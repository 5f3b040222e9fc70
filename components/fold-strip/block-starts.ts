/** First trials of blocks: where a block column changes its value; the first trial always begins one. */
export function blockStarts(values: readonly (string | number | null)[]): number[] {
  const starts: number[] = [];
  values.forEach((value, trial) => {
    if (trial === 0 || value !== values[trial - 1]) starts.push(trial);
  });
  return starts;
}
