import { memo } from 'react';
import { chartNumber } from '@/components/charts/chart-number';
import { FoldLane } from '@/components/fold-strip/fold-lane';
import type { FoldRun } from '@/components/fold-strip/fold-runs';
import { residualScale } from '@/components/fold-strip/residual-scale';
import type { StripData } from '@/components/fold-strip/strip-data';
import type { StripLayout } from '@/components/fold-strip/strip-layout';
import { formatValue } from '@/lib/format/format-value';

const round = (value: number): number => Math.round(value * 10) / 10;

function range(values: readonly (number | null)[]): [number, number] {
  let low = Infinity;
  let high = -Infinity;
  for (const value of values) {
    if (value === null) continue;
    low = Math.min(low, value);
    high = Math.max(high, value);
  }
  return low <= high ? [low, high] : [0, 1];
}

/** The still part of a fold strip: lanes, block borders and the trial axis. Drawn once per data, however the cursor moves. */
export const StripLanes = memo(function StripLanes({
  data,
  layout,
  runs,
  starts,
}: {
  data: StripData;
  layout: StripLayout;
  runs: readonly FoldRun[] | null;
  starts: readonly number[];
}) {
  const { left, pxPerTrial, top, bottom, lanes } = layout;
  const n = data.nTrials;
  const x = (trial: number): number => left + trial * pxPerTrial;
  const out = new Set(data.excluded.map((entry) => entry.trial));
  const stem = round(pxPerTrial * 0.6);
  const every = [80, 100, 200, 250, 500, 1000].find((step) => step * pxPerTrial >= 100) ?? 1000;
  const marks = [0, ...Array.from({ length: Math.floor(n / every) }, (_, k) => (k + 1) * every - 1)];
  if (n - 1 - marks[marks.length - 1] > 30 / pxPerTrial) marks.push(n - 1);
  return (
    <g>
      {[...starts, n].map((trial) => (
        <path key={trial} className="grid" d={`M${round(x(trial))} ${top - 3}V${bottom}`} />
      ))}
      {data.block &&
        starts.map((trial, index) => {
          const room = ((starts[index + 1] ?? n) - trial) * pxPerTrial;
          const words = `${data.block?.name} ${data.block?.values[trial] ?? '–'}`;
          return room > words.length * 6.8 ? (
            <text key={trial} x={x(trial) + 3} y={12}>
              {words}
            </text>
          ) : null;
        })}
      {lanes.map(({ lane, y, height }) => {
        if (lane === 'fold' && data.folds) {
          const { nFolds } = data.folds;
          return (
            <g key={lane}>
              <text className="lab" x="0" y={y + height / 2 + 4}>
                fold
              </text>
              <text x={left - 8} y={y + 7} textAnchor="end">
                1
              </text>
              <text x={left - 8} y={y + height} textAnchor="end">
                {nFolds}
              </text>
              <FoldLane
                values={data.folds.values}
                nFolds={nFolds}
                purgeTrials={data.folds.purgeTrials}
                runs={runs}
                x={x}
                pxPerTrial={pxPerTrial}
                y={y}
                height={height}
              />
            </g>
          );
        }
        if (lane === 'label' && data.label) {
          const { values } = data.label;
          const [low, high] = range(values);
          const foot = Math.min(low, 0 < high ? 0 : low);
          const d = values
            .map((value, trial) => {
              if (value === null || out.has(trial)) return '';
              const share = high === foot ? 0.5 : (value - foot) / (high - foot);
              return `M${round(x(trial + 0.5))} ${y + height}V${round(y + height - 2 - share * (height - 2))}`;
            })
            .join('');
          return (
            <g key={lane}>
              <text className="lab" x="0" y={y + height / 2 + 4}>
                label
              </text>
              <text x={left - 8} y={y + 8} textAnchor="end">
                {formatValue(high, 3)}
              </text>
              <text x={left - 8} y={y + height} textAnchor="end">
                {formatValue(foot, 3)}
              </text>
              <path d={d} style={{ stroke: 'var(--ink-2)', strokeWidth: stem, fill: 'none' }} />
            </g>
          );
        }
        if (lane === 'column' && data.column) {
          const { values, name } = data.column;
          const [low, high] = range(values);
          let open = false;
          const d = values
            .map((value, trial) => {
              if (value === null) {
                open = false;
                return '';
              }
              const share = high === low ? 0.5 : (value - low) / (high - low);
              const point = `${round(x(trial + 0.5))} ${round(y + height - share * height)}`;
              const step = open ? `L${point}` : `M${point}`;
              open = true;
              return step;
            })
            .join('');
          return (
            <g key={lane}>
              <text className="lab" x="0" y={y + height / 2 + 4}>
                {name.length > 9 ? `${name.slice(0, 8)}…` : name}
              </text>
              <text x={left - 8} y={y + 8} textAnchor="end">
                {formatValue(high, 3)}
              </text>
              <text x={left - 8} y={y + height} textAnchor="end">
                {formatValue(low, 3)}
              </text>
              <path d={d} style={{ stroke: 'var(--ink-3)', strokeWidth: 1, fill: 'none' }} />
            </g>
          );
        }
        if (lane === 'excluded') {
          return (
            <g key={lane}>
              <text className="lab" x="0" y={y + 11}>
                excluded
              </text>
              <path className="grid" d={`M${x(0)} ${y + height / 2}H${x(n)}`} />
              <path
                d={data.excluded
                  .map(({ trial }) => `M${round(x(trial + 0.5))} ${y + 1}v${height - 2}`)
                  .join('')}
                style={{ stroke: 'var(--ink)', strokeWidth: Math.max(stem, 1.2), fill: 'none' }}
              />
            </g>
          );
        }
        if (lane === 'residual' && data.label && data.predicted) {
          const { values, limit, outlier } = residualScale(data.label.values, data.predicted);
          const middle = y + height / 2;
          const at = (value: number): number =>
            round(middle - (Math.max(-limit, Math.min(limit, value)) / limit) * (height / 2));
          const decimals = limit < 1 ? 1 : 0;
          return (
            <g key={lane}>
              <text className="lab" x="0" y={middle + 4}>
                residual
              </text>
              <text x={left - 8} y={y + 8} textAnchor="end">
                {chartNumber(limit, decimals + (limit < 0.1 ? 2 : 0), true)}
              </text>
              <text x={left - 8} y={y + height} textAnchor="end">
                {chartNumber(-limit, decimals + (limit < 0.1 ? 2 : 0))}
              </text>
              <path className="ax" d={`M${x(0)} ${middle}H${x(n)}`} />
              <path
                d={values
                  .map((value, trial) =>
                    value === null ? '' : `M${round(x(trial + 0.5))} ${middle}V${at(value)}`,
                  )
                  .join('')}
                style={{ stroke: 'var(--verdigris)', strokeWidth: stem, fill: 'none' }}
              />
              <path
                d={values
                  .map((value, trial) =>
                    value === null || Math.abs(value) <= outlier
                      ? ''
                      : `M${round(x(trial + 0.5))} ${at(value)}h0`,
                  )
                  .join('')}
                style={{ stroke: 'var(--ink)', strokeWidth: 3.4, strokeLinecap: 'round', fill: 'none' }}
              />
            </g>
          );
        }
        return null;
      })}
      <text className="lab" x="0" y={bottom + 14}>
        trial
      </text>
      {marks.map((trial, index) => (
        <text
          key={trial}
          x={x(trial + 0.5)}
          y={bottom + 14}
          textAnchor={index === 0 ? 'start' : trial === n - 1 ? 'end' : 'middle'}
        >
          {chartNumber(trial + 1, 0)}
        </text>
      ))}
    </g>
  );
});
══════════
**PROBLEM TO WORK ON:**
Which of the lines above contain "marks"? Return them all.

**OUTPUT:**
  const marks = [0, ...Array.from({ length: Math.floor(n / every) }, (_, k) => (k + 1) * every - 1)];
  if (n - 1 - marks[marks.length - 1] > 30 / pxPerTrial) marks.push(n - 1);
      {marks.map((trial, index) => (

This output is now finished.